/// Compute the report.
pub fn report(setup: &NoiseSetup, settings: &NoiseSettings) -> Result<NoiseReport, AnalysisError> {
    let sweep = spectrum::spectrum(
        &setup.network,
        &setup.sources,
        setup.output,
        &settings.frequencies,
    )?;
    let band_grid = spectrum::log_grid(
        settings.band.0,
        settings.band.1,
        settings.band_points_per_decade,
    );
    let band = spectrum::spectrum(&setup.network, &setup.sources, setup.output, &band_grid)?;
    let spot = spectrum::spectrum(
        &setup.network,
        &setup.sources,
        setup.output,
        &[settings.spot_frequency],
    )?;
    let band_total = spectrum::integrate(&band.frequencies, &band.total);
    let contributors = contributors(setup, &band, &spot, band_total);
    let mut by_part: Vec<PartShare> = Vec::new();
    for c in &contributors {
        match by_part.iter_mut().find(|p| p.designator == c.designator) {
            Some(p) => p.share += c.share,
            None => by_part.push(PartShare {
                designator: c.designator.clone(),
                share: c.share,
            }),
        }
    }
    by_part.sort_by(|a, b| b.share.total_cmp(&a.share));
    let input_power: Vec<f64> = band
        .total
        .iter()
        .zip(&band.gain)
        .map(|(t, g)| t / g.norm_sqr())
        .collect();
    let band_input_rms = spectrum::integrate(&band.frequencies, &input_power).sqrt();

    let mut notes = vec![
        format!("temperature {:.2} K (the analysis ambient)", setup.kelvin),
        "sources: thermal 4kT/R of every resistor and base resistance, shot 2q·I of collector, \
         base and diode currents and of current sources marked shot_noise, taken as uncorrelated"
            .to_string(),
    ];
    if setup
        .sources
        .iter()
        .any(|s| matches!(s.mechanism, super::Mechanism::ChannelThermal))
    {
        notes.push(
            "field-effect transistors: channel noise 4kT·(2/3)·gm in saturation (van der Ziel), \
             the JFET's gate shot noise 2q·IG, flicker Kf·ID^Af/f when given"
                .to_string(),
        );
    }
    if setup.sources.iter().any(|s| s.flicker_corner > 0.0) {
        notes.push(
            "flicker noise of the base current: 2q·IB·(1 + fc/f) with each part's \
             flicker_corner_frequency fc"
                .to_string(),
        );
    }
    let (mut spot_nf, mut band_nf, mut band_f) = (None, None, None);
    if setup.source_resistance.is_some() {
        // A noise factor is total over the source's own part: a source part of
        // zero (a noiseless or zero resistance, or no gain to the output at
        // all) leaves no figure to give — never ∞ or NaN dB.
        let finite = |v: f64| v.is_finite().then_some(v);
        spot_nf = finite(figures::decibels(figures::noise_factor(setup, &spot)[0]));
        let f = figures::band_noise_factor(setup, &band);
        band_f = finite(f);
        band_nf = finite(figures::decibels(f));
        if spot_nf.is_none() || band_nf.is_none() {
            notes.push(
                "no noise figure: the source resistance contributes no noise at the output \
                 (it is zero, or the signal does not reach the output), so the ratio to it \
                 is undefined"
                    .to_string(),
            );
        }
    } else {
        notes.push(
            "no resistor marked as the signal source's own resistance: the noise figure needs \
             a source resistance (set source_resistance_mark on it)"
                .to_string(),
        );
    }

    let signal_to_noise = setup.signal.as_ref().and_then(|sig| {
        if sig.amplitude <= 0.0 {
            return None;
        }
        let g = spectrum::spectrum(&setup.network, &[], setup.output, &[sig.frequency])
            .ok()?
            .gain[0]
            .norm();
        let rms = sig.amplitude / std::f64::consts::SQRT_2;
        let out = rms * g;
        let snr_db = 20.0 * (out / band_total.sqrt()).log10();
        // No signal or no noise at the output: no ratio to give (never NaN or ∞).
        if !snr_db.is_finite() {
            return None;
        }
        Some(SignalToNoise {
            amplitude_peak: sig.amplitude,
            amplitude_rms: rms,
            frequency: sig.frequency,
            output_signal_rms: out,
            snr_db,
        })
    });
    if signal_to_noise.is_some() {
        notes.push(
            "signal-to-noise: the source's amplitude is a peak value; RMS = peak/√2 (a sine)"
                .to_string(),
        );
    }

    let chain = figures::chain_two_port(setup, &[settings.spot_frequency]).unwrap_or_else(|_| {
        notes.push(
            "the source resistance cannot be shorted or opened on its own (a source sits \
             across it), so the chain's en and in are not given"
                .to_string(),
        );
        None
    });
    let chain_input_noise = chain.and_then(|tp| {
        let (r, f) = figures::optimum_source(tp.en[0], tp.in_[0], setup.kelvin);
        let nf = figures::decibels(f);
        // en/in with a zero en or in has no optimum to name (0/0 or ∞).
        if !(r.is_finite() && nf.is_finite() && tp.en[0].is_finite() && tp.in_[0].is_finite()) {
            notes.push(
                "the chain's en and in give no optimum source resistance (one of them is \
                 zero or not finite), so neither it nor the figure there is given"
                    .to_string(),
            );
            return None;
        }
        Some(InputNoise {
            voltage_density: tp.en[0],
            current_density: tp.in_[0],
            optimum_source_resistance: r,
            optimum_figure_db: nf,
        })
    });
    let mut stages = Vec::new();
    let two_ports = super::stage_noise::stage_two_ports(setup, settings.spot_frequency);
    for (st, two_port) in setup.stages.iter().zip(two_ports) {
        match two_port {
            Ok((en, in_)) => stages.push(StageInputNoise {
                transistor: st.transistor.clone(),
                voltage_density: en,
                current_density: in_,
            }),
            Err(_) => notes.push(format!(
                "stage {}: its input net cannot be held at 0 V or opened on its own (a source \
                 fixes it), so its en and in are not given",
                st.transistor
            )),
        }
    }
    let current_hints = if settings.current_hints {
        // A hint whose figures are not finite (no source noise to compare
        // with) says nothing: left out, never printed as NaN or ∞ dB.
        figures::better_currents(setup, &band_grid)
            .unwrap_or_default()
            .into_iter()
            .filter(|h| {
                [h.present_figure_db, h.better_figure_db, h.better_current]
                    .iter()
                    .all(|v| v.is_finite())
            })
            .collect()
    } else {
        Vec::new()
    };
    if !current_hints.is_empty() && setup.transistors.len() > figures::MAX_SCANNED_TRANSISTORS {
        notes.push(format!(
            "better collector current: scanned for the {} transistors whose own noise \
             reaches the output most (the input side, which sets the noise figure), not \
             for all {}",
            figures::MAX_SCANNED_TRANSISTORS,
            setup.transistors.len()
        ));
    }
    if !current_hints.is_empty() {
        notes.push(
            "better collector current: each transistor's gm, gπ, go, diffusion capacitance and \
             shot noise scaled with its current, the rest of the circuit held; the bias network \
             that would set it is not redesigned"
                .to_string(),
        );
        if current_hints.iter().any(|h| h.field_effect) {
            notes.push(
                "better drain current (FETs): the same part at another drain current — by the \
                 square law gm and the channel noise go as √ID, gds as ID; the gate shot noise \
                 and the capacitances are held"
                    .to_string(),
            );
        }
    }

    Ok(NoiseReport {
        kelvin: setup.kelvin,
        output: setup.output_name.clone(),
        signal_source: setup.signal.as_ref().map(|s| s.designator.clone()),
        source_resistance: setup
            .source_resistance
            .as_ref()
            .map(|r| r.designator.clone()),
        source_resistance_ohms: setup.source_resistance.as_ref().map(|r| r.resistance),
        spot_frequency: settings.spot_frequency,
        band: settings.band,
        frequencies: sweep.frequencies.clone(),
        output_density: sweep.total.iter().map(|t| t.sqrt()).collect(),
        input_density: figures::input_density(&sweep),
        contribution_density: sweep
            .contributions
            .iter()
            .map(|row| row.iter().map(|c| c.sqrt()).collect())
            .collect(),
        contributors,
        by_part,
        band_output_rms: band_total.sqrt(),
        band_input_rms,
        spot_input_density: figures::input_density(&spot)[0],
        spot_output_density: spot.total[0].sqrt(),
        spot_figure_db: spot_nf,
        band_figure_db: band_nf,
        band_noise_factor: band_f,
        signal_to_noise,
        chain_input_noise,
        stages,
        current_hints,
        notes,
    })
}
........
One number should be returned: how many lines in the records contain the word "whose".

2